■ **REQUIRED WORK**
Every line of the records below from the line with "phi = np.arctan2(rel[:, 1], rel[:, 0])" up to and including the line with "def _piece_rings(part: Part)" must be reproduced exactly, and no line outside that range.

■ **EXCERPTED RECORDS**

def _arc_bulge(closed: np.ndarray, i: int, j: int, tol: float, max_sweep: float) -> float | None:
    """Bulge of the arc from closed[i] to closed[j] through the vertices between, or None."""
    a, b = closed[i], closed[j]
    chord = b - a
    c_len = math.hypot(*chord)
    if c_len <= 0.0 or j - i < 2:
        return None
    h = 0.5 * c_len
    mid = 0.5 * (a + b)
    normal = np.array([-chord[1], chord[0]]) / c_len  # left of the chord direction
    q = closed[i + 1 : j] - mid
    off = q @ normal  # signed offsets from the chord
    denom = float(off @ off)
    if denom <= (1e-12 * c_len) ** 2 * len(off):
        return None  # collinear: a straight segment, not an arc
    # Kasa residual |p - c|^2 - R^2 with c = mid + t n, R^2 = h^2 + t^2, is
    # |q|^2 - h^2 - 2 t (q . n): linear in t, solved by least squares.
    t = float(np.dot(np.einsum("ij,ij->i", q, q) - h * h, off) / (2.0 * denom))
    radius = math.hypot(h, t)
    side = 1.0 if off.sum() > 0 else -1.0  # the side of the chord the arc lies on
    sagitta_signed = t + side * radius  # offset of the arc's midpoint along n
    bulge = -sagitta_signed / h  # right of the chord direction = counter-clockwise
    sweep = 4.0 * math.atan(abs(bulge))
    if sweep > max_sweep:
        return None
    centre = mid + t * normal
    rel = closed[i : j + 1] - centre
    r = np.hypot(rel[:, 0], rel[:, 1])
    dev = float(np.abs(r - radius).max())
    if dev > tol:
        return None
    # Angular position of each vertex along the arc, from its start, in the travel
    # direction; vertices must advance monotonically within [0, sweep].
    phi = np.arctan2(rel[:, 1], rel[:, 0])
    direction = 1.0 if bulge > 0 else -1.0
    alpha = np.mod(direction * (phi - phi[0]), 2.0 * math.pi)
    alpha[alpha > 0.5 * (sweep + 2.0 * math.pi)] -= 2.0 * math.pi  # just behind the start
    alpha[-1] = sweep
    eps = tol / radius
    steps = np.diff(alpha)
    if alpha.min() < -eps or alpha.max() > sweep + eps or steps.min() < -eps:
        return None
    sagitta = radius * (1.0 - np.cos(0.5 * np.abs(steps)))
    if dev + float(sagitta.max()) > tol:
        return None
    return float(bulge)


# ---------------------------------------------------------------------------
# Part selection
# ---------------------------------------------------------------------------
def _select_parts(measurement: Measurement, parts: Iterable[int] | None) -> list[Part]:
    if not measurement.parts:
        raise ResultFormatError("the result has no parts to export; measure an image in which parts were found")
    if parts is None:
        return list(measurement.parts)
    by_label = {p.label: p for p in measurement.parts}
    chosen = []
    for label in parts:
        try:
            key = int(label)
        except (TypeError, ValueError):
            raise OptionError(f"part label {label!r} is not a whole number; choose from {sorted(by_label)}") from None
        if key not in by_label:
            raise OptionError(f"part {key} is not in the result; choose from {sorted(by_label)}")
        chosen.append(by_label[key])
    if not chosen:
        raise OptionError(f"no parts chosen; choose from {sorted(by_label)}")
    return chosen


def _outer(part: Part) -> np.ndarray:
    if part.outline_mm is None:
        raise ResultFormatError(
            f"part {part.label} has no outline in the result; re-run 'scanmass measure' keeping outlines"
        )
    return orient_ring(_open_ring(part.outline_mm, what=f"the outline of part {part.label}"), ccw=True)


def _piece_rings(part: Part) -> list[np.ndarray]:
    """The outer rings of the part's other pieces (:attr:`Part.pieces_mm`), counter-clockwise."""
    return [
        orient_ring(_open_ring(r, what=f"the outline of piece {k} of part {part.label}"), ccw=True)
        for k, r in enumerate(part.pieces_mm, start=2)
    ]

■ **PROBLEM SOLUTION**
    phi = np.arctan2(rel[:, 1], rel[:, 0])
    direction = 1.0 if bulge > 0 else -1.0
    alpha = np.mod(direction * (phi - phi[0]), 2.0 * math.pi)
    alpha[alpha > 0.5 * (sweep + 2.0 * math.pi)] -= 2.0 * math.pi  # just behind the start
    alpha[-1] = sweep
    eps = tol / radius
    steps = np.diff(alpha)
    if alpha.min() < -eps or alpha.max() > sweep + eps or steps.min() < -eps:
        return None
    sagitta = radius * (1.0 - np.cos(0.5 * np.abs(steps)))
    if dev + float(sagitta.max()) > tol:
        return None
    return float(bulge)


# ---------------------------------------------------------------------------
# Part selection
# ---------------------------------------------------------------------------
def _select_parts(measurement: Measurement, parts: Iterable[int] | None) -> list[Part]:
    if not measurement.parts:
        raise ResultFormatError("the result has no parts to export; measure an image in which parts were found")
    if parts is None:
        return list(measurement.parts)
    by_label = {p.label: p for p in measurement.parts}
    chosen = []
    for label in parts:
        try:
            key = int(label)
        except (TypeError, ValueError):
            raise OptionError(f"part label {label!r} is not a whole number; choose from {sorted(by_label)}") from None
        if key not in by_label:
            raise OptionError(f"part {key} is not in the result; choose from {sorted(by_label)}")
        chosen.append(by_label[key])
    if not chosen:
        raise OptionError(f"no parts chosen; choose from {sorted(by_label)}")
    return chosen


def _outer(part: Part) -> np.ndarray:
    if part.outline_mm is None:
        raise ResultFormatError(
            f"part {part.label} has no outline in the result; re-run 'scanmass measure' keeping outlines"
        )
    return orient_ring(_open_ring(part.outline_mm, what=f"the outline of part {part.label}"), ccw=True)


def _piece_rings(part: Part) -> list[np.ndarray]:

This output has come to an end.